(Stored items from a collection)
□ □ □ □

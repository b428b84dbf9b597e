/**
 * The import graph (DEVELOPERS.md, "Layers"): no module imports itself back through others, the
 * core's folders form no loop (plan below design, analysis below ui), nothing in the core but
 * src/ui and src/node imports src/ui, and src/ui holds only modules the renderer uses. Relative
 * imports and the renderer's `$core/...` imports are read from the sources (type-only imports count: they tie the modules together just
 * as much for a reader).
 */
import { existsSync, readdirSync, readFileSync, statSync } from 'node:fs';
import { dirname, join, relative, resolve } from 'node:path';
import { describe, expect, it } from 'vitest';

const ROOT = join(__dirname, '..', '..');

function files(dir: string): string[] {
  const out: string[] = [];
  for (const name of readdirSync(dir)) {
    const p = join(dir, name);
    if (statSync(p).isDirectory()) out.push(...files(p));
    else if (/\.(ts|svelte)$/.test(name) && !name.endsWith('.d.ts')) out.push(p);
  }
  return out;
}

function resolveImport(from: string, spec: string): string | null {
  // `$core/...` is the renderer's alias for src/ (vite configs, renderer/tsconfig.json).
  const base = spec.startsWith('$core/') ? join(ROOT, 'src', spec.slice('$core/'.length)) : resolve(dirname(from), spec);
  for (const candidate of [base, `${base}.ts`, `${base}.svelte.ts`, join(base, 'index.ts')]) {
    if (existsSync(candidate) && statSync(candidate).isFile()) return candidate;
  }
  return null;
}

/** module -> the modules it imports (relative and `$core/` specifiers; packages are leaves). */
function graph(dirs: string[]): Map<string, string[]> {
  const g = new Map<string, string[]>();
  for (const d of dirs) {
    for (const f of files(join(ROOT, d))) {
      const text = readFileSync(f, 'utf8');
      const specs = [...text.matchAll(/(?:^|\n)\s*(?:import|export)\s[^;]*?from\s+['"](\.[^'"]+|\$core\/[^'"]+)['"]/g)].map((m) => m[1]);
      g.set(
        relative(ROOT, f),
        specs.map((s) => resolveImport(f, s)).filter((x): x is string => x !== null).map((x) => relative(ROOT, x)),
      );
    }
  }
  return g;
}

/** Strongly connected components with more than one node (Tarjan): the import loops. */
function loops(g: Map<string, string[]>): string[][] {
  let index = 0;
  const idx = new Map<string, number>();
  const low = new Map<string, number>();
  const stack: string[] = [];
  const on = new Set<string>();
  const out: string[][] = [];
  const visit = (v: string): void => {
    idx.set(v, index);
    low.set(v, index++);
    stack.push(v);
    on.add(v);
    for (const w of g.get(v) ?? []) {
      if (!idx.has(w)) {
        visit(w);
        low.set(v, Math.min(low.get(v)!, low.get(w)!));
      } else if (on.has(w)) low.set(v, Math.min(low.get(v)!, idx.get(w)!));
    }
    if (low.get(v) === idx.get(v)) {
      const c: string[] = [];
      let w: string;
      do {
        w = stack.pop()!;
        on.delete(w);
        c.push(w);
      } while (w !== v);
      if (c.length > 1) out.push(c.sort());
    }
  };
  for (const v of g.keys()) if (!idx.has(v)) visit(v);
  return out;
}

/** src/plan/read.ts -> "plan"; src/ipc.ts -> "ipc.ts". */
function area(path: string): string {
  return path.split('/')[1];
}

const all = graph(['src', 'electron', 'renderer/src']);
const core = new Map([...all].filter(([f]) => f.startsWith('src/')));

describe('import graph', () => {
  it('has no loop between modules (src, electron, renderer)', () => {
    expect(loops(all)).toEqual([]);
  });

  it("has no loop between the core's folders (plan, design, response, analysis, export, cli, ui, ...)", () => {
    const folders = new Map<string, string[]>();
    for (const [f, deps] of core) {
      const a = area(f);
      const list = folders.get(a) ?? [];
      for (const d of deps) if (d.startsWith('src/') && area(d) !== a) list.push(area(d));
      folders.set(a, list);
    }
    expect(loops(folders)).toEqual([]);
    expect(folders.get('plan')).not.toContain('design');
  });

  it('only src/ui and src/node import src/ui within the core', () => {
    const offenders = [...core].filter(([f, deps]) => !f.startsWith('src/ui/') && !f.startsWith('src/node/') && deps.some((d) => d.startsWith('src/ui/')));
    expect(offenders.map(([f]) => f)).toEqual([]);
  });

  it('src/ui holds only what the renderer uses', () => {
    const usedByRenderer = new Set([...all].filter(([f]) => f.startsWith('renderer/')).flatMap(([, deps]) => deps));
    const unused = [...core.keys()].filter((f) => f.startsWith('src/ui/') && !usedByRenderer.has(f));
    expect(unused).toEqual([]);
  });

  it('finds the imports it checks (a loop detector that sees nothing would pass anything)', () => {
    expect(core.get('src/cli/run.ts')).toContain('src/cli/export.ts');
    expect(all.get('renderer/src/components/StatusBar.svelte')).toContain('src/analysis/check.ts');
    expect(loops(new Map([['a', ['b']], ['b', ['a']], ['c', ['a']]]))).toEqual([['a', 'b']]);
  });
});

□ □ □ □

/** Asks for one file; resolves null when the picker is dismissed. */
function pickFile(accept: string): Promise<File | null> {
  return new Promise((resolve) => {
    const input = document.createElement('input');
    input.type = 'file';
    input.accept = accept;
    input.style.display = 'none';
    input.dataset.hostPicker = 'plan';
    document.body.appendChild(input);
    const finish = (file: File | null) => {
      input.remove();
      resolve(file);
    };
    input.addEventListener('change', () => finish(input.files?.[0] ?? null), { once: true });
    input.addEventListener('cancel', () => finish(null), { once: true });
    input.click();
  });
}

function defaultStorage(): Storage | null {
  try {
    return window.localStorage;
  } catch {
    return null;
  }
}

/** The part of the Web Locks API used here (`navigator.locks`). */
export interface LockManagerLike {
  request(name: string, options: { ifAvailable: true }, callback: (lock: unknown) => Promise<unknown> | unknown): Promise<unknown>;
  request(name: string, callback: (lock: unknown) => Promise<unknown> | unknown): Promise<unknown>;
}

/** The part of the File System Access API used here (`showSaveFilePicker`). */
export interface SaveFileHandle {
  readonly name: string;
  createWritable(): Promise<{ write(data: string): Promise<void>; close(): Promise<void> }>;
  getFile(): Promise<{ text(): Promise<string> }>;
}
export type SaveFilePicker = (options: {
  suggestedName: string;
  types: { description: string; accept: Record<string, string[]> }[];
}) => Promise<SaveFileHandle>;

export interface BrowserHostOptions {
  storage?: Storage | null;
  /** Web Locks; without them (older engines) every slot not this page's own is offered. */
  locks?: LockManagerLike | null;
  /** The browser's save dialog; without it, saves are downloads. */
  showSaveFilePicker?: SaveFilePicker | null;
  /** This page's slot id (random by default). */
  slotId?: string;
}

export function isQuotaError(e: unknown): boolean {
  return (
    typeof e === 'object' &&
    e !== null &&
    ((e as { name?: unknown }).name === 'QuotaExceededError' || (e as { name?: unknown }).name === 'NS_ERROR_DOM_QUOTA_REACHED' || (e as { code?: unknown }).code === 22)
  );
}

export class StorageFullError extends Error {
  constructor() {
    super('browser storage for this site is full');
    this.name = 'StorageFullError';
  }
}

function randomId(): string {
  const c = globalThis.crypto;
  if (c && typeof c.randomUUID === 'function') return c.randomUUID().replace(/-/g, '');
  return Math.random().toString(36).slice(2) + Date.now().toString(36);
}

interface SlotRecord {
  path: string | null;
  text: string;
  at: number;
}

□ □ □ □

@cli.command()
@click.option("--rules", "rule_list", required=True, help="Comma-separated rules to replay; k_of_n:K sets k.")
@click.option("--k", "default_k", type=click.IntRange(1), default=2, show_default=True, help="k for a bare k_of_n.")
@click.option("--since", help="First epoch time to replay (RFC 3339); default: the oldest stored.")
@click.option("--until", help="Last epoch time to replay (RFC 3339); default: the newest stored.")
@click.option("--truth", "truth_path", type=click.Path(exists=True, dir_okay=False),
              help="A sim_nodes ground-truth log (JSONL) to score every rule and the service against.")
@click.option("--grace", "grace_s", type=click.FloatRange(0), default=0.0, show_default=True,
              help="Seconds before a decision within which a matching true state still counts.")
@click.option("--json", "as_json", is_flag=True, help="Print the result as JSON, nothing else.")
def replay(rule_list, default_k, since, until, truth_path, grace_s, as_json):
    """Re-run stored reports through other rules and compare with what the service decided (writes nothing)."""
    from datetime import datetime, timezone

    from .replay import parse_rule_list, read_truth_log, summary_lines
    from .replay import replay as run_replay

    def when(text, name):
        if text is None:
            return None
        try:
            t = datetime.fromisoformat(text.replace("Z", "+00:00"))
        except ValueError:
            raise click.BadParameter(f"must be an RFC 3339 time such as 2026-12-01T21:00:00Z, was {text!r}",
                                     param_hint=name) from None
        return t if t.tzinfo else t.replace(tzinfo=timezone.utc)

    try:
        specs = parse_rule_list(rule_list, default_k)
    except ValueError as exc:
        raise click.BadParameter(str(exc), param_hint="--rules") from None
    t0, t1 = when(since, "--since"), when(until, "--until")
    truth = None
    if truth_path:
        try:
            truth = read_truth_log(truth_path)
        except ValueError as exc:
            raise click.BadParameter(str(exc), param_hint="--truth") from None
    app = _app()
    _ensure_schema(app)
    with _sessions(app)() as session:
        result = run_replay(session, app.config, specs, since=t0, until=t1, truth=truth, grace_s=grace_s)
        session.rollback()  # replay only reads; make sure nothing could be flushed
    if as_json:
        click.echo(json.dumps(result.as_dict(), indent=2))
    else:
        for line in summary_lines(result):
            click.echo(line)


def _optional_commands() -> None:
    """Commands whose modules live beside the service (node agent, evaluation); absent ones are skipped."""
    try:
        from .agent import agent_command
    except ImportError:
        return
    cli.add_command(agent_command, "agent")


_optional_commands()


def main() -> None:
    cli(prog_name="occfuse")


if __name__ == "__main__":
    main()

□ □ □ □

# Exercise
Go through the records and pull out each line that includes the word "readFileSync".

# Final answer
import { existsSync, readdirSync, readFileSync, statSync } from 'node:fs';
      const text = readFileSync(f, 'utf8');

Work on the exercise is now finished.